I often wonder whether there is such thing called self-love, the term has been widely abused by people who can no longer endure the mess they have done, and consequently, they feel the need to evolve and progress towards a state where they will no longer sacrifice themselves for the sake of others. Under social influences and personal expectations (which are also based on social influences), Things come so naturally to the point where we do not question what self-love entails, we seem to always arrive at a conclusion for improving ourselves based on the premises of self-love, and that very concept of self-love is spoon-fed into our subconscious by other people, to put in a simple way, the need to “love” ourselves is never coming from the genuine acknowledgement of who we really are, it is nothing but another desperate means from which we find comforts and to escape from what we have done that have ultimately shaped us into who we are today.

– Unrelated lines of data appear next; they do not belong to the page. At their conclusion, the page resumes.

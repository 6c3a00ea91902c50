package org.risetrace.io;

import org.junit.jupiter.api.Tag;
import org.junit.jupiter.api.Test;
import org.risetrace.bench.ImportBenchmark;
import org.junit.jupiter.api.io.TempDir;

import javax.imageio.ImageIO;
import java.awt.image.BufferedImage;
import java.awt.image.DataBufferUShort;
import java.io.IOException;
import java.nio.file.Files;
import java.nio.file.Path;
import java.util.Arrays;
import java.util.Locale;
import java.util.Random;

import static org.junit.jupiter.api.Assertions.assertArrayEquals;

/**
 * PngReader's decode of 640 x 480 16-bit grey frames with the direct decoder (PngGrey) against the JDK plug-in
 * path it replaces, on the same bytes already in memory, back to back per file so that load from other processes
 * falls on both alike. Two kinds of file: as ImageIO's writer makes them (filter type None on every row) and
 * Paeth-filtered on every row (the costliest filter to undo). Not a timed test: it prints, it does not assert times.
 * Run: {@code mvn -B -o test -Dbench.exclude=none -Dgroups=benchmark -Dtest=PngDecodeBenchmark}
 */
@Tag("benchmark")
class PngDecodeBenchmark {
    static final int W = 640, H = 480, FRAMES = 30, WARMUP = 5, PASSES = 9;

    @TempDir
    Path dir;

    /** A board at 25 degC in centikelvin with a gentle gradient, four warm parts and 0.05 K noise. */
    static int[] scene(Random rnd) {
        double[][] parts = {{120, 100, 18, 900}, {400, 260, 30, 400}, {520, 400, 10, 1500}, {250, 380, 45, 200}};
        int[] v = new int[W * H];
        for (int y = 0; y < H; y++)
            for (int x = 0; x < W; x++) {
                double c = 29815 + 0.8 * x - 0.5 * y;
                for (double[] p : parts) {
                    double dx = x - p[0], dy = y - p[1];
                    c += p[3] * Math.exp(-(dx * dx + dy * dy) / (2 * p[2] * p[2]));
                }
                v[y * W + x] = (int) Math.round(c + 5 * rnd.nextGaussian());
            }
        return v;
    }

    @Test
    void directGreyDecodeAgainstImageIoPath() throws IOException {
        Random rnd = new Random(20261202);
        PngReader direct = new PngReader(), imageIo = new PngReader(false);
        ReadContext ctx = ReadContext.defaults();
        System.out.printf(Locale.ROOT, "PngDecodeBenchmark: %d frames %dx%d 16-bit grey, %d warm-up + %d timed passes,"
                        + " Java %s, %d cores%n", FRAMES, W, H, WARMUP, PASSES, System.getProperty("java.version"),
                Runtime.getRuntime().availableProcessors());
        for (String kind : new String[]{"imageio-writer", "paeth-rows"}) {
            Path[] files = new Path[FRAMES];
            byte[][] bytes = new byte[FRAMES][];
            for (int i = 0; i < FRAMES; i++) {
                int[] v = scene(rnd);
                files[i] = dir.resolve(kind + "-" + i + ".png");
                if (kind.equals("imageio-writer")) {
                    BufferedImage img = new BufferedImage(W, H, BufferedImage.TYPE_USHORT_GRAY);
                    short[] d = ((DataBufferUShort) img.getRaster().getDataBuffer()).getData();
                    for (int k = 0; k < v.length; k++) d[k] = (short) v[k];
                    ImageIO.write(img, "png", files[i].toFile());
                } else {
                    Files.write(files[i], PngGreyTest.png(W, H, 16, 0,
                            PngGreyTest.zlib(PngGreyTest.filtered(W, H, 16, v, 4)), 1));
                }
                bytes[i] = Files.readAllBytes(files[i]);
                // the two paths agree before either is timed
                assertArrayEquals(imageIo.decode(files[i], bytes[i], ctx).u16(), direct.decode(files[i], bytes[i], ctx).u16());
            }
            double[] tImageIo = new double[PASSES], tDirect = new double[PASSES];
            long check = 0;
            for (int pass = -WARMUP; pass < PASSES; pass++) {
                double a = 0, b = 0;
                for (int i = 0; i < FRAMES; i++) {
                    long t0 = System.nanoTime();
                    check += imageIo.decode(files[i], bytes[i], ctx).u16()[W + 1];
                    long t1 = System.nanoTime();
                    check += direct.decode(files[i], bytes[i], ctx).u16()[W + 1];
                    long t2 = System.nanoTime();
                    a += (t1 - t0) / 1e6;
                    b += (t2 - t1) / 1e6;
                }
                if (pass >= 0) {
                    tImageIo[pass] = a / FRAMES;
                    tDirect[pass] = b / FRAMES;
                }
            }
            long size = 0;
            for (byte[] b : bytes) size += b.length;
            double mi = ImportBenchmark.median(tImageIo), md = ImportBenchmark.median(tDirect);
            double fi = Arrays.stream(tImageIo).min().orElseThrow(), fd = Arrays.stream(tDirect).min().orElseThrow();
            System.out.printf(Locale.ROOT, "  %-15s %4.0f KiB/frame  ImageIO path %6.2f ms/frame  direct %6.2f ms/frame"
                            + "  ratio %.1fx (median pass)  %.1fx (fastest pass)%s%n",
                    kind, size / 1024.0 / FRAMES, mi, md, mi / md, fi / fd, check == 42 ? " " : "");
        }
    }
}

When the “self” who is a mess in the first place wants to practise “self-love”, inevitably the implementation of “self-love” is viewed from the angle of that messy self, thus the outcome of that so-called “self-love” is by nature the same as what the former self has done, though it can come with a slightly better modification. Nonetheless, IT IS STILL THE SAME in terms of the inner struggles and conflicts. What I mean is that as long as we do this under outside influences, we are only finding a better “cage” to live in, however nicely built the cage is, it is still a cage. It is evident to observe that many people’s versions of self-love is nothing but a sense of self-aggrandisement that protects them from getting hurt, and to outsiders, their so-called “self-love” is only their own way of being self-centred.
Self-love begins only when there is not a messy “self” that interprets what it means.